Question

A particle moves in x-y plane such that its position vector varies with time as $\vec{r}=\left( 2\sin 3t \right)\hat{i}+2\left( 1-\cos 3t \right)\hat{j}$. Find the equation of the trajectory of the particle.

Answer 1

In the cartesian coordinate system, we specify a point in terms of the x and y coordinate. The position vector in the cartesian coordinate system is defined as, $\vec{r}=x\hat{i}+y\hat{j}$. Comparing it with the given position vector and using the laws of trigonometry, we can find the required equation of motion of the particle.

Complete answer:
Position vector can be defined as a straight line from a reference point to a body which is moving and used to describe the position of the point relative to the reference point.

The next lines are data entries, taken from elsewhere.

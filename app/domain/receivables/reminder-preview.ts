import { fillBlanks } from "./reminders"

/** A made-up store with two invoices, for looking at a letter before it goes. */
const SAMPLE = {
	storeName: "Pantry & Plume",
	invoices: [
		{ number: "2026-0187", dueOn: "2026-08-01", openCents: 68_400 },
		{ number: "2026-0191", dueOn: "2026-08-08", openCents: 24_500 },
	],
}

/** The words of a step as a made-up store would read them. */
export function previewOf(words: { subject: string; body: string }, yardName: string) {
	const fill = (text: string) => fillBlanks(text, { ...SAMPLE, yardName })
	return { subject: fill(words.subject), body: fill(words.body) }
}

As the body moves, the position vector can change its magnitude or direction or both magnitude and the direction.
The position vector of the particle moving in the x-y plane is given by the equation,
$\vec{r}=\left( 2\sin 3t \right)\hat{i}+2\left( 1-\cos 3t \right)\hat{j}$
The position vector of a particle in the x-y plane is generally given by the equation,
$\vec{r}=x\hat{i}+y\hat{j}$
Comparing the above two vectors we can write,
$\begin{aligned} & x=2\sin 3t \\\ & y=2\left( 1-\cos 3t \right) \\\ \end{aligned}$
From the above we can write that,
$\begin{aligned} & \sin 3t=\dfrac{x}{2} \\\ & \cos 3t=1-\dfrac{y}{2} \\\ \end{aligned}$
One of the fundamental trigonometric identities is,
${{\sin }^{2}}\theta +{{\cos }^{2}}\theta =1$
So, the summation of the square of the above terms will give,
${{\sin }^{2}}3t+{{\cos }^{2}}3t=1$
Putting the values obtained in the above expression we get that,
$\begin{aligned} & {{\left( \dfrac{x}{2} \right)}^{2}}+{{\left( 1-\dfrac{y}{2} \right)}^{2}}=1 \\\ & \dfrac{{{x}^{2}}}{4}+1-y+\dfrac{{{y}^{2}}}{4}=1 \\\ & \dfrac{{{x}^{2}}}{4}+\dfrac{{{y}^{2}}}{4}-y=0 \\\ & {{x}^{2}}+{{y}^{2}}-4y=0 \\\ \end{aligned}$
So, the equation of trajectory of the particle in motion in the x-y plane is given by the equation
${{x}^{2}}+{{y}^{2}}-4y=0$.

Note:
In the cartesian coordinate system we take (0,0) as the reference point and measure the required position or the position vector of the particles. We also have a 3 dimensional cartesian coordinate system where the position is described by three points.
We should remember the trigonometric identities to solve this type of question.